Network Now: Linkedin Best Practices

The jersey will come off one day. Only about 2% of student-athletes will go professional in athletics after their collegiate career. Having a head start on a plan for after the game will be crucial for long-term success when athletes step off the playing surface. While Instagram, Twitter, and TikTok might get the most attention from student-athletes, the platform that has the potential to provide the longest-lasting value is often overlooked: LinkedIn.

So, how can you start now to build a LinkedIn brand that can be valuable for life?

Create a Great Bio

Before you start connecting, ensure your profile is an authentic representation of you.

Here’s a checklist of items to get started:

Intro: 

  • Professional profile and header photo
  • Current position, ex: Student-Athlete, Sport at University 
  • Current location and school

About:

  • Major your pursuing
  • Talents, skill sets, interests
  • Skills you’ve learned as an athlete
  • What you’re looking for in the future 

Featured: 

  • Projects you’ve worked on (either in class or on the job)
  • Updated Resume 

Background: 

  • Work experience 
  • Volunteer experience 
  • Education
  • Certificates and awards

Alumni Network

Tap into a network of people already cheering you on. Alumni are fans of your success on the field, and they’d love to help you achieve that level of success off it. You can filter, sort, and search alumni to find people who fit the industry or location you want to be in after graduation. Start reaching out now and developing relationships. Continue to connect with new people, you never know who is going to be a potential employer or mentor.

Reach Out

Once you understand the why behind connecting with new people, the hardest part can be the how. Sending a note on Linkedin and introducing yourself with no prior contact can feel weird. Use this example to get started and put your own spin on it.

Hi Person

My name is name and I am currently a year at School or University. I’m a sport student-athlete pursuing a degree in Degree/Major. I noticed you are a School or University Alum and currently working in Role at Company. I’d be interested in learning more about what your day-to-day is like, as I’m gathering more information on various positions to get an idea of what types of roles I want to apply to after graduation.

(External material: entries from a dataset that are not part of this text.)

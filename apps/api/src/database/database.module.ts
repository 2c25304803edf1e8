import { Global, Module } from '@nestjs/common';
import { TypeOrmModule } from '@nestjs/typeorm';
import { ENVIRONMENT } from '../config/config.module';
import type { Environment } from '../config/environment';
import { CompanyContext } from './company-context';
import { dataSourceOptions } from './data-source';
import { DatabaseReadiness } from './readiness';

/** Nothing waits for ever: a lost database or a lock that nobody lets go becomes an answer, ms. */
const waits = {
  connectionTimeoutMillis: 10_000,
  statement_timeout: 30_000,
  idle_in_transaction_session_timeout: 30_000,
};

@Global()
@Module({
  imports: [
    TypeOrmModule.forRootAsync({
      inject: [ENVIRONMENT],
      useFactory: (environment: Environment) => ({
        ...dataSourceOptions(environment.DATABASE_URL),
        poolSize: environment.DATABASE_POOL,
        retryAttempts: 3,
        retryDelay: 500,
        extra: waits,
      }),
    }),
  ],
  providers: [CompanyContext, DatabaseReadiness],
  exports: [CompanyContext, DatabaseReadiness],
})
export class DatabaseModule {}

I’m sure I will have follow-up questions and would appreciate connecting either via phone, Zoom, or in-person to discuss further.

Thank you for your time,

Name

Here’s a checklist for the perfect Linkedin introduction:

  • Personal introduction 
  • Why you’re connecting with them
  • A question or something to learn more about
  • Encouragement for follow-up
  • Thank you or a closing statement

Networking Events

Linkedin is also a great resource to find events to attend. Either virtually or in person, aim to attend one or two per semester. It can be difficult with a booked class and practice schedule, but many virtual events have a networking portal and sessions recorded so you can participate on your own time. Follow people in roles you’re interested in or companies you’d like to work for. Keep an eye out for networking events they are hosting, or that their employees are participating in. Don’t be afraid to reach out to those people for more information or simply to say how excited you are. Small interactions can go a long way.

Participate

Share your success. Your connections will want to see it, so don’t hesitate to update your network on your growth. It doesn’t always have to be a job update. Share a big project or paper you recently worked on and found interesting. Reshare a post and add your own insights, or uplift someone up on their recent success. There are many ways to participate on Linkedin outside of career-driven content.

Frequency and Consistency

Content on Linkedin lives on the feed for a long time, unlike other platforms such as Twitter and Instagram. Content on Linkedin is about quality insights and, as an athlete, your thoughts, ideas, and opinions are going to stand out because athletes bring a unique viewpoint to the platform. You don’t have to be sharing an in-depth piece of content every day, posting on Linkedin weekly or monthly will still drive high results.

Different types may include sharing participation in recent events. You can add insights to existing posts, share your interest or current activity, or simply thank an organization that you’ve worked with.